To verify that SQL Server was actually capable of doing the query and producing a sorted result set in 11 seconds, as a test, I created a temp table and inserted the results of the query without the ORDER BY clause into it. Then I did a SELECT * FROM #temp_table ORDER BY c, d, e. The entire script took the expected 11 seconds, and returned the desired results.

I want to make the query work efficiently with the ORDER BY clause as one query--I don't want to have to create a stored procedure just to enable the #temp_table hacky solution.

Any ideas on the cause of this issue, or a fix?


Solution

  • Thanks to @MartinSmith's comment, I got looking at what could cause the major discrepancies between the estimated and actual rows delivered by the expenditure subquery in the non-ORDER BY version, even though I eventually wanted to ORDER it. I thought that perhaps if I can optimize that version a bit, perhaps that would also benefit the ORDER BY version as well.

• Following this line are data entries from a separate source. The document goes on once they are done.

/** The overview's track thumbnail (output/report/thumbnail.ts): few points, equal scale, segments apart. */
import { describe, expect, test } from 'vitest';
import { THUMBNAIL_HEIGHT, THUMBNAIL_POINTS, THUMBNAIL_WIDTH, thumbnailOf, thumbnailPoints, thumbnailSvg } from '../../src/output/report/thumbnail.js';
import { overviewData, reportPayload } from '../../src/output/report/index.js';
import { session } from './fixtures.js';

describe('track thumbnail', () => {
  test('a long track is thinned to at most the point budget, keeping both ends', () => {
    const n = 5000;
    const east = Float64Array.from({ length: n }, (_, k) => k);
    const north = Float64Array.from({ length: n }, (_, k) => Math.sin(k / 300) * 100);
    const t = thumbnailOf(east, north, new Int32Array(n));
    expect(t.lines).toHaveLength(1);
    expect(thumbnailPoints(t)).toBeLessThanOrEqual(THUMBNAIL_POINTS);
    expect(thumbnailPoints(t)).toBeGreaterThan(THUMBNAIL_POINTS / 2);
    const l = t.lines[0]!;
    // west to east across the box: the first point at the left edge, the last at the right
    expect(l[0]).toBeLessThan(l[l.length - 2]!);
    for (let i = 0; i < l.length; i += 2) {
      expect(l[i]).toBeGreaterThanOrEqual(0);
      expect(l[i]).toBeLessThanOrEqual(THUMBNAIL_WIDTH);
      expect(l[i + 1]).toBeGreaterThanOrEqual(0);
      expect(l[i + 1]).toBeLessThanOrEqual(THUMBNAIL_HEIGHT);
    }
  });

  test('equal scale on both axes, north up (common practice for a map)', () => {
    // a square 100 m a side: as wide as high in the box, the north-east corner at the top right
    const east = [0, 100, 100, 0, 0], north = [0, 0, 100, 100, 0];
    const l = thumbnailOf(east, north, [0, 0, 0, 0, 0]).lines[0]!;
    const xs = l.filter((_, i) => i % 2 === 0), ys = l.filter((_, i) => i % 2 === 1);
    expect(Math.max(...xs) - Math.min(...xs)).toBeCloseTo(Math.max(...ys) - Math.min(...ys), 0);
    // point 2 is (100, 100): largest x, smallest y (SVG y points down)
    expect(l[4]).toBe(Math.max(...xs));
    expect(l[5]).toBe(Math.min(...ys));
  });

  test('one polyline per segment; the SVG is small and labelled', () => {
    const t = thumbnailOf([0, 1, 2, 10, 11, 12], [0, 1, 0, 5, 6, 5], [0, 0, 0, 1, 1, 1]);
    expect(t.lines).toHaveLength(2);
    const svg = thumbnailSvg(t, 'Track of a');
    expect(svg.match(/<polyline /g)).toHaveLength(2);
    expect(svg).toContain('aria-label="Track of a"');
  });

  test('a session\'s overview data stays within a few kilobytes', () => {
    const r = session('vehicle', 7, { durationSec: 300 }).result;
    const d = overviewData(reportPayload(r));
    expect(thumbnailPoints(d.thumbnail)).toBeLessThanOrEqual(THUMBNAIL_POINTS);
    expect(JSON.stringify(d).length).toBeLessThan(6000);
    expect(thumbnailSvg(d.thumbnail, 'x').length).toBeLessThan(4000);
  });
});
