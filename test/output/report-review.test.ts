/**
 * The parts of a session's report section the reviewer acts on: the flagged table (ids, the
 * deciding test and its figures, review first by margin), the close-ups (one per burst, every
 * fix of a burst in one, ids shared with the table), times in the log's zone as well as UTC, and
 * the facts in words (no projection string, no key=value parameter line).
 */
import { describe, expect, test } from 'vitest';
import { reportPayload, sessionPageHtml } from '../../src/output/report/index.js';
import { okEntry } from '../../src/output/summary.js';
import { frameInWords } from '../../src/output/report/payload.js';
import { localTime } from '../../src/output/report/html-text.js';
import { CLOSEUPS_MAX, CLOSEUP_JOIN_EPOCHS } from '../../src/output/report/closeup-data.js';
import { reviewOrder } from '../../src/output/report/session-section.js';
import { session } from './fixtures.js';

const r = session('vehicle', 7, { durationSec: 300 }).result;

async function sectionOf(res: typeof r): Promise<{ html: string; p: ReturnType<typeof reportPayload> }> {
  const p = reportPayload(res);
  const h = await sessionPageHtml(okEntry(res, 'x.csv', [], 0), p, { tool: 'hindcast', version: 't', profile: 'default' });
  return { html: h.slice(h.indexOf('<section class="session"')), p };
}

describe('flagged fixes in the report', () => {
  test('rows in review-first order: finite margins ascending, then the fixes without a test', async () => {
    const { html, p } = await sectionOf(r);
    const table = html.split('<table class="flagged')[1]!.split('</table>')[0]!;
    const ids = [...table.matchAll(/<tr id="session-1-([^"]+)" data-flag="([^"]+)"/g)].map((m) => m[2]);
    expect(ids).toEqual(reviewOrder(p.flagged).map((f) => f.id));
    expect(new Set(ids)).toEqual(new Set(r.outliers.map((o) => o.id)));
    const margins = reviewOrder(p.flagged).map((f) => f.margin);
    const finite = margins.filter(Number.isFinite);
    expect(finite).toEqual([...finite].sort((a, b) => a - b));
    expect(margins.slice(finite.length).every((m) => !Number.isFinite(m))).toBe(true);
  });

  test('every fix of the track is in one close-up, bursts together, no more than the cap', async () => {
    const { html, p } = await sectionOf(r);
    expect(p.closeups.length).toBeGreaterThan(0);
    expect(p.closeups.length).toBeLessThanOrEqual(CLOSEUPS_MAX);
    const inTrack = p.flagged.filter((f) => f.epoch >= 0 && f.test !== 'invalid');
    for (const f of inTrack) {
      expect(f.closeup, f.id).toBeGreaterThanOrEqual(0);
      expect(p.closeups[f.closeup]!.ids).toContain(f.id);
      expect(html).toContain(`href="#session-1-closeup-${f.closeup + 1}"`);
    }
    // flagged epochs within the join distance share a close-up
    const byEpoch = [...inTrack].sort((a, b) => a.epoch - b.epoch);
    for (let i = 1; i < byEpoch.length; i++)
      if (byEpoch[i]!.epoch - byEpoch[i - 1]!.epoch <= CLOSEUP_JOIN_EPOCHS) expect(byEpoch[i]!.closeup).toBe(byEpoch[i - 1]!.closeup);
    // each close-up names its fixes' ids on its marks
    for (const [i, c] of p.closeups.entries()) {
      const fig = html.split(`id="session-1-closeup-${i + 1}"`)[1]!.split('</figure>')[0]!;
      for (const id of c.ids) expect(fig).toContain(`aria-label="flag ${id}"`);
    }
  });

  test('the deciding test, its statistic, threshold and margin in the row; no statistic below its threshold', async () => {
    const { html, p } = await sectionOf(r);
    for (const f of p.flagged) {
      const row = html.split(`<tr id="session-1-${f.id}"`)[1]!.split('</tr>')[0]!;
      if (f.test === 'invalid' || f.test === 'user') continue;
      expect(row).toContain(`>${f.statistic.toFixed(2)}</td>`);
      expect(row).toContain(`>${f.threshold.toFixed(2)}</td>`);
      expect(row).toContain(`>${(100 * f.margin).toFixed(1)}%</td>`);
      expect(f.statistic).toBeGreaterThan(f.threshold);
    }
  });
});

describe('times and facts', () => {
  test('without a zone: UTC only, and the page says so', async () => {
    const { html } = await sectionOf(r);
    expect(html).not.toMatch(/<th[^>]*><button type="button">time \(Europe/);
    expect(html).toContain('shown in UTC');
  });

  test('with input.timeZone: a column of local times with their offset (summer time +02:00 in Berlin)', async () => {
    const res = { ...r, info: { ...r.info, timeZone: 'Europe/Berlin' } };
    const { html, p } = await sectionOf(res);
    expect(html).toContain('<button type="button">time (Europe/Berlin)</button>');
    const f = p.flagged[0]!;
    // 2026-05-13 is in summer time: UTC + 2 h (from memory: EU summer time runs from the last Sunday of March)
    expect(localTime(f.tSec, 'Europe/Berlin')).toMatch(/\+02:00$/);
    expect(html).toContain(localTime(f.tSec, 'Europe/Berlin'));
  });

  test.each([
    { t: Date.UTC(2026, 0, 15, 12, 0, 0) / 1000, zone: 'Europe/Berlin', text: '2026-01-15 13:00:00.000 +01:00' },
    { t: Date.UTC(2026, 6, 15, 12, 0, 0) / 1000, zone: 'America/New_York', text: '2026-07-15 08:00:00.000 -04:00' },
    { t: NaN, zone: 'Europe/Berlin', text: '–' },
    { t: 0, zone: 'Nowhere/Atlantis', text: '–' },
  ])('localTime($t, $zone) = $text', ({ t, zone, text }) => {
    expect(localTime(t, zone)).toBe(text);
  });

  test('facts in words: no projection string, no key=value parameter line', async () => {
    const { html } = await sectionOf(r);
    const figs = html.split('<dl class="figures">')[1]!.split('</dl>')[0]!;
    expect(figs).not.toMatch(/\+proj|\+lat_0|\w=\w/);
    expect(figs).toContain('transverse Mercator on WGS84 centred at');
    expect(figs).toContain('constant velocity');
  });

  test.each([
    { def: '+proj=tmerc +lat_0=47.5 +lon_0=-8.25 +k=1 +x_0=0 +y_0=0 +ellps=WGS84 +units=m +no_defs', words: 'transverse Mercator on WGS84 centred at 47.50000° N, 8.25000° W: metres east and north of that point' },
    { def: '+proj=utm +zone=32', words: null },
  ])('frameInWords($def)', ({ def, words }) => {
    expect(frameInWords(def)).toBe(words);
  });
});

    As I mentioned in the OP, the expenditure subquery contains a PIVOT aggregation across yet another subquery (let's call it unaggregated_expenditure). I added a layer between the PIVOT and the unaggregated_expenditure subquery which aggregated the required column before PIVOTing the same column across the required few pivot columns. This added a bit of conceptual complexity, yet was able to reduce the estimated number of rows coming from the PIVOT from 106,245,000 to 10,307. This change, when applied to the ORDER BY version of the whole query, resulted in a different Actual Execution Plan that was able to process and deliver the query within the desired 11 seconds.